Print every line of the listing below, starting with the line that holds "export type EditTimes" and going on through the line that holds "readonly commit: number;", both included, and print nothing else.

Listed entries
++++
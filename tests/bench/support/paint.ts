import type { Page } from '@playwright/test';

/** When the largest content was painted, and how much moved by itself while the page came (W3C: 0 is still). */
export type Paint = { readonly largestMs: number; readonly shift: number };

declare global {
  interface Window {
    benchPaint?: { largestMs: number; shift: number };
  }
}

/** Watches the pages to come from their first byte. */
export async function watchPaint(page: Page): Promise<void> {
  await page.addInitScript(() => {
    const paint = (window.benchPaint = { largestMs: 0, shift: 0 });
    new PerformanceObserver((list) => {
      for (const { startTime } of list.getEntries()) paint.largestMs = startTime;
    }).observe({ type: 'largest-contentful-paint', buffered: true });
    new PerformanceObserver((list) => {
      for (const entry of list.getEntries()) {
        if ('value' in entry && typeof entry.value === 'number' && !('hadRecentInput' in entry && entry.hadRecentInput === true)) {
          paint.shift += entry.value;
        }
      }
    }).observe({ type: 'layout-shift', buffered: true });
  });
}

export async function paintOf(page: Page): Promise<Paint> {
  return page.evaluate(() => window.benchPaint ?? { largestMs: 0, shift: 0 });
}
++++
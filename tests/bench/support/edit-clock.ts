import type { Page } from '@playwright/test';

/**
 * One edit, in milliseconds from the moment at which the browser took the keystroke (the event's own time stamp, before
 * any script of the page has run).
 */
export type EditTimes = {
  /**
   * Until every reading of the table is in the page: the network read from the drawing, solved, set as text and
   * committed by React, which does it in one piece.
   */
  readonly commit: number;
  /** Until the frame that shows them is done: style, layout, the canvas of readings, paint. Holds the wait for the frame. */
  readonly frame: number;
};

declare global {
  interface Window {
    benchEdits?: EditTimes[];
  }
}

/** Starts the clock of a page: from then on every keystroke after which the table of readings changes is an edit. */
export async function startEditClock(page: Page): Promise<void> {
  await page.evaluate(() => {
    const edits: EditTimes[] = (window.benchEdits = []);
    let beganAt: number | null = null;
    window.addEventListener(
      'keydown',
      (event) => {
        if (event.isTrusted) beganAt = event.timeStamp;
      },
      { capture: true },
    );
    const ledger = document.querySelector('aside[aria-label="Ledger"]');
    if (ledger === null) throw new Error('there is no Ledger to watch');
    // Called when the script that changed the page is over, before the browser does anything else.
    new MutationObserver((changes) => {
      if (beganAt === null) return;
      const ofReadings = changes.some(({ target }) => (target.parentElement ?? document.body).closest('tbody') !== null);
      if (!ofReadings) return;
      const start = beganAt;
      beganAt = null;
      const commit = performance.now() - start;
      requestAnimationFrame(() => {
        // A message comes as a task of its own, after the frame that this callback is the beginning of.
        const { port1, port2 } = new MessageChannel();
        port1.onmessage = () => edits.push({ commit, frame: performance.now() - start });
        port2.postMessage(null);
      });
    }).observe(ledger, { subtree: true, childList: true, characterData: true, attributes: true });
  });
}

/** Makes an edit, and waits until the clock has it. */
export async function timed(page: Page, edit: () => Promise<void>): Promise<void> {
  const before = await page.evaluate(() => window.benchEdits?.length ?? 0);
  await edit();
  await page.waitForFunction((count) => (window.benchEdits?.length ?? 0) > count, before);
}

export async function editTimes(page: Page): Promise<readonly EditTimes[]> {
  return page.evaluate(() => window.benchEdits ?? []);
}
++++
Response to the exercise
export type EditTimes = {
  /**
   * Until every reading of the table is in the page: the network read from the drawing, solved, set as text and
   * committed by React, which does it in one piece.
   */
  readonly commit: number;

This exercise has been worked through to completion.